» Exercise
Somewhere below is a line with "readonly cure?: string;" and, later, a line with "const digits = 10;"; repeat those two lines and all the lines between them, exactly as they are.

» Data shown
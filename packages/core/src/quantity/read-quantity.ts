import type { Dimension } from './dimension.ts';
import { TailpairError } from './error.ts';
import { quoted, type SplitQuantity, splitQuantity } from './split-quantity.ts';
import { readUnit, type Unit } from './unit.ts';

/** A value in SI base units and what it measures. */
export interface Quantity {
  readonly value: number;
  readonly dimension: Dimension;
}

/**
 * SI value of a number in a unit, correctly rounded: prefix and number become one decimal.
 *
 * @throws TailpairError `quantity-text` where it exceeds what a number can hold, `value-range`
 *   below absolute zero
 */
export function valueIn(
  unit: Unit,
  { mantissa, exponent, unit: symbol }: SplitQuantity,
  where?: string,
): number {
  const value = Number(`${mantissa}e${exponent + unit.exponent}`) * unit.scale + unit.offset;
  if (!Number.isFinite(value)) {
    const given = `${mantissa}e${exponent} ${symbol}`.trim();
    throw new TailpairError('quantity-text', `${given} is too large to compute with`, { where });
  }
  if (unit.offset > 0 && value < 0) {
    const message = `${mantissa} ${symbol} is below absolute zero; the lowest is -273.15 °C`;
    throw new TailpairError('value-range', message, { where });
  }
  return value;
}

/**
 * Reads a value that carries its own unit, whatever it measures; a bare number is a ratio.
 *
 * @throws TailpairError `quantity-text` where there is no number to read, `quantity-unit` where the
 *   unit is none, and as {@link valueIn}
 */
export function readQuantity(text: string, where?: string): Quantity {
  const split = splitQuantity(text, where);
  const unit = readUnit(split.unit);
  if (unit) return { value: valueIn(unit, split, where), dimension: unit.dimension };
  throw new TailpairError(
    'quantity-unit',
    `${quoted(text)}: ${quoted(split.unit)} is no unit; write it in full, such as 10 mV, 120 kΩ or 50 %`,
    { where },
  );
}
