import type { Dimension } from './dimension.ts';
import { TailpairError } from './error.ts';
import { formatQuantity } from './format-quantity.ts';

/** What a guard says about the place it guards. */
export interface Guard {
  /** The place: `block.parameter`, an option's name. */
  readonly where: string;
  /** Dimension or unit the value is shown with; none for counts. */
  readonly unit?: Dimension | string;
  /** What to do, where the allowed range does not say it already. */
  readonly cure?: string;
}

/** The range a value must keep, in SI base units: `min` and `max` belong to it, `above` and `below` do not. */
export interface Range extends Guard {
  readonly min?: number;
  readonly max?: number;
  readonly above?: number;
  readonly below?: number;
}

/** Enough digits to tell a value from the limit it passes by a little. */
const digits = 10;

function refuse(value: number, demand: string, { where, unit = '', cure }: Guard): TailpairError {
  const got = `must be ${demand}, got ${formatQuantity(value, unit, digits)}`;
  return new TailpairError('value-range', cure === undefined ? got : `${got}: ${cure}`, { where });
}

/**
 * Returns the value if it is a finite number.
 *
 * @throws TailpairError `value-range` where it is infinite or not a number, `value-kind` where it
 *   is something else (scripts without types)
 */
export function requireFinite(value: number, guard: Guard): number {
  if (typeof value !== 'number') {
    throw new TailpairError('value-kind', `must be a number, got ${typeof value}`, { where: guard.where });
  }
  if (!Number.isFinite(value)) throw refuse(value, 'finite', guard);
  return value;
}

/**
 * Returns the value if it is finite and within the range.
 *
 * @throws TailpairError as {@link requireFinite}, and `value-range` outside the range
 */
export function requireRange(value: number, range: Range): number {
  requireFinite(value, range);
  const { min = -Infinity, max = Infinity, above = -Infinity, below = Infinity, unit = '' } = range;
  if (value >= min && value <= max && value > above && value < below) return value;
  const demands = [
    ['at least', range.min],
    ['above', range.above],
    ['at most', range.max],
    ['below', range.below],
  ] as const;
  const demand = demands
    .filter(([, limit]) => limit !== undefined)
    .map(([word, limit]) => `${word} ${formatQuantity(limit as number, unit, digits)}`);
  throw refuse(value, demand.join(' and '), range);
}

/**
 * Returns the value if it is a whole number within the range.
 *
 * @throws TailpairError as {@link requireRange}, and `value-range` for a fraction
 */
export function requireWhole(value: number, range: Range): number {
  requireRange(value, range);
  if (!Number.isInteger(value)) throw refuse(value, 'a whole number', range);
  return value;
}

» Written response
  readonly cure?: string;
}

/** The range a value must keep, in SI base units: `min` and `max` belong to it, `above` and `below` do not. */
export interface Range extends Guard {
  readonly min?: number;
  readonly max?: number;
  readonly above?: number;
  readonly below?: number;
}

/** Enough digits to tell a value from the limit it passes by a little. */
const digits = 10;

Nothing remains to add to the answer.